AETIOLOGICAL AND CLINICAL PROFILE OF ACUTE MYELOID LEUKAEMIA IN A TERTIARY CARE HOSPITAL
Journal Title: Journal of Evolution of Medical and Dental Sciences - Year 2018, Vol 7, Issue 21
Abstract
BACKGROUND Acute myeloid leukaemia (AML) is a group of neoplastic disorders characterised by the proliferation and accumulation of immature haematopoietic cells in the bone marrow and blood. It is the most common type of leukaemia among adults. The underlying pathophysiology in AML consists of a maturational arrest of bone marrow cells in the early stages of development. Aims and Objectives- To look for the possible aetiological factors in patients with Acute Myeloid Leukaemia and to study the clinical profile and to determine any prognostic factors with the help of clinical parameters and basic investigations. MATERIALS AND METHODS All patients above 12 years of age with acute myeloid leukaemia admitted in haematology unit of Department of Medicine between July 2009 and June 2013 were included in the study. The diagnosis of AML with subtypes was established based on clinical features, peripheral smear and bone marrow findings. RESULTS There were 100 patients (47 males, 53 females). Amongst aetiological factors, cigarette smoking was most commonly seen. Easy fatigability was the commonest presenting symptom, followed by fever, anorexia, weight loss and bleeding. The most common clinical finding was pallor followed by wet purpura, generalised lymphadenopathy and gum hypertrophy.
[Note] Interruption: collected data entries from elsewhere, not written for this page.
import { TrainingError } from '../errors.js';
import type { BatchData, Tensors } from './batchData.js';
import { freshStopping, judge } from './earlyStopping.js';
import { type EvaluatedBound, evaluateBound } from './evaluateBound.js';
import { GradientStep } from './GradientStep.js';
import { type Batch, minibatches } from './minibatches.js';
import { Pace } from './pace.js';
import {
  type Progress,
  requireTrainOptions,
  type TrainingCursor,
  type TrainOptions,
} from './trainOptions.js';
import { findVariables, type NamedVariable } from './variables.js';

/** How long, in milliseconds, training may keep timers, input and drawing of a page waiting. */
const longestHold = 100;

/**
 * Trains by stochastic gradients: minibatches, one gradient of the bound's surrogate per step, and an update
 * by any tfjs optimizer. An async generator, so that the loop's body is yours: print, draw, checkpoint, change
 * the learning rate, `break`.
 *
 * Each step ascends (surrogate / data points of the batch). `clip` scales a gradient g over all variables
 * together to g · min(1, clip / ‖g‖) (Pascanu, Mikolov and Bengio 2013, algorithm 1). Bounds and parts are
 * means over data points, in nats.
 *
 * tfjs hides an optimizer's rate from the types; `Object.assign(optimizer, { learningRate })` sets it inside the
 * loop. Data are tensors or arrays of shape `[rows, …]` by the names the bound reads. Step s draws from a fork of
 * the stream labelled s, pass e is shuffled by one labelled e, so a run is a function of its arguments, and
 * one continued `from` a cursor equals the uninterrupted one bit for bit.
 *
 * A step with a value that is not finite in a part, a gradient, or the updated variables throws a
 * `TrainingError` that names the node, the row and the variable, and leaves variables and optimizer as they
 * were. Other wrong arguments throw a `LeadlineError` at the first step.
 *
 * @example
 * ```ts
 * import * as tf from '@tensorflow/tfjs';
 * import { directed, elbo, normal, product, stream, train } from 'leadline';
 * const shift = tf.variable(tf.zeros([1]));
 * const model = directed()
 *   .latent('z', () => product(normal({ mean: [0], sd: 1 })))
 *   .observed('x', ({ z }) => product(normal({ mean: tf.add(z, shift), sd: 1 })));
 * const recognizer = directed()
 *   .given('x')
 *   .latent('z', ({ x }) => product(normal({ mean: tf.div(tf.sub(x, shift), 2), variance: 0.5 })));
 * const bound = elbo(model, recognizer);
 * const data = { x: [[1], [2], [3], [4]] };
 * const optimizer = tf.train.sgd(0.05);
 * for await (const { step, ended } of train({ bound, data, optimizer, stream: stream(1), steps: 300 })) {
 *   if (ended) console.log(step, ended);
 *   // 300 steps
 * }
 * console.log(Math.abs(shift.dataSync()[0]! - 2.5) < 0.3);
 * // true
 * ```
 */
export async function* train<Data>(options: TrainOptions<Data>): AsyncGenerator<Progress, void, undefined> {
  requireTrainOptions(options);
  const { bound, optimizer, stream, batchSize = 100, heldOut, signal, from } = options;
  const step = new GradientStep(bound, optimizer, trainedVariables(options), options.clip);
  const walk = minibatches(options.data as BatchData, {
    batchSize,
    stream: stream.fork('minibatches'),
    ...(options.epochs === undefined ? {} : { epochs: options.epochs }),
    ...(from === undefined ? {} : { cursor: from.batches }),
  });
  const draws = stream.fork('steps');
  const evaluationStream = stream.fork('heldOut');
  const pace = new Pace();
  const patience = heldOut?.patience ?? Number.POSITIVE_INFINITY;
  let done = from?.step ?? 0;
  let stopping = from?.heldOut ?? freshStopping;
  let ended = stopping.waited >= patience ? 'patience' : undefined;
  let breathed = pace.now();
  try {
    if (done >= (options.steps ?? Number.POSITIVE_INFINITY)) ended ??= 'steps';
    while (!ended && !signal?.aborted) {
      const next = walk.next();
      if (next.done) {
        ended = 'steps';
        break;
      }
      const batch = next.value as Batch<Tensors<Data>>;
      const number = done + 1;
      const report = await step.take({
        step: number,
        data: batch.data as Data,
        rows: batch.rows,
        draws: () => draws.fork(number),
      });
      done = number;
      const batches = Math.ceil(batch.cursor.rows / batchSize);
      let evaluated: (EvaluatedBound & { improved: boolean }) | undefined;
      if (heldOut && done % (heldOut.every ?? batches) === 0) {
        const result = await evaluateBound(bound, heldOut.data, {
          stream: evaluationStream,
          batchSize: heldOut.batchSize ?? 500,
        });
        stopping = judge(stopping, done, result.bound, heldOut.margin ?? 0);
        evaluated = { ...result, improved: stopping.bestStep === done };
        if (evaluated.improved) heldOut.best?.take(done);
      }
      const last = Math.min(
        options.steps ?? Number.POSITIVE_INFINITY,
        (options.epochs ?? Number.POSITIVE_INFINITY) * batches,
      );
      if (stopping.waited >= patience) ended = 'patience';
      else if (done >= last) ended = 'steps';
      if (pace.now() - breathed > longestHold) {
        await new Promise((resolve) => setTimeout(resolve, 0));
        breathed = pace.now();
      }
      pace.tick();
      const cursor: TrainingCursor = {
        step: done,
        batches: batch.cursor,
        ...(heldOut ? { heldOut: stopping } : {}),
      };
      yield {
        step: done,
        epoch: batch.epoch,
        ...report,
        rate: pace.rate,
        timeLeft: ended ? 0 : (last - done) / pace.rate,
        ...(evaluated ? { heldOut: evaluated } : {}),
        ...(ended ? { ended: ended as 'steps' | 'patience' } : {}),
        cursor,
      };
    }
    if (ended && heldOut?.best && stopping.best !== null) heldOut.best.restore();
  } finally {
    walk.return();
  }
}

function trainedVariables<Data>({ variables }: TrainOptions<Data>): NamedVariable[] | undefined {
  if (variables === undefined) return undefined;
  const found = findVariables('train', variables).filter(({ trainable }) => trainable);
  if (found.length === 0) {
    throw new TrainingError(
      'train: variables must hold at least one trainable variable; got none; leave out frozen models',
    );
  }
  const wrong = found.find(({ variable }) => variable.dtype !== 'float32');
  if (wrong) {
    throw new TrainingError(
      `train: trainable variables must be float32; got ${wrong.variable.dtype} for ${wrong.path}; make it with trainable set to false`,
    );
  }
  return found.map(({ path, variable }) => ({ name: path, variable }));
}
The mean haemoglobin value was 7.35 gm% and platelet count was 56,740 cells/ mm3. WBC count varied between 600 cells/mm3 and 2,61,000 cells/mm3. Among the subtypes of AML, most common leukaemia was AML M2 followed by AML M3. CONCLUSION Easy fatigability and malaise were the most common presentations in AML. Environmental factors like anti-cancer drug exposure, chemical exposure, smoking, proximity to mobile towers, high tension electric lines and dietary factors like poor intake of vegetables and fruits may have an influence on aetiopathogenesis of AML. Very high WBC count, bleeding manifestations and platelet count at presentation < 20,000/mm3 all had a poor outcome. AML M2 was the most common subtype followed by AML M4, the prognosis was best in AML M2 and M3.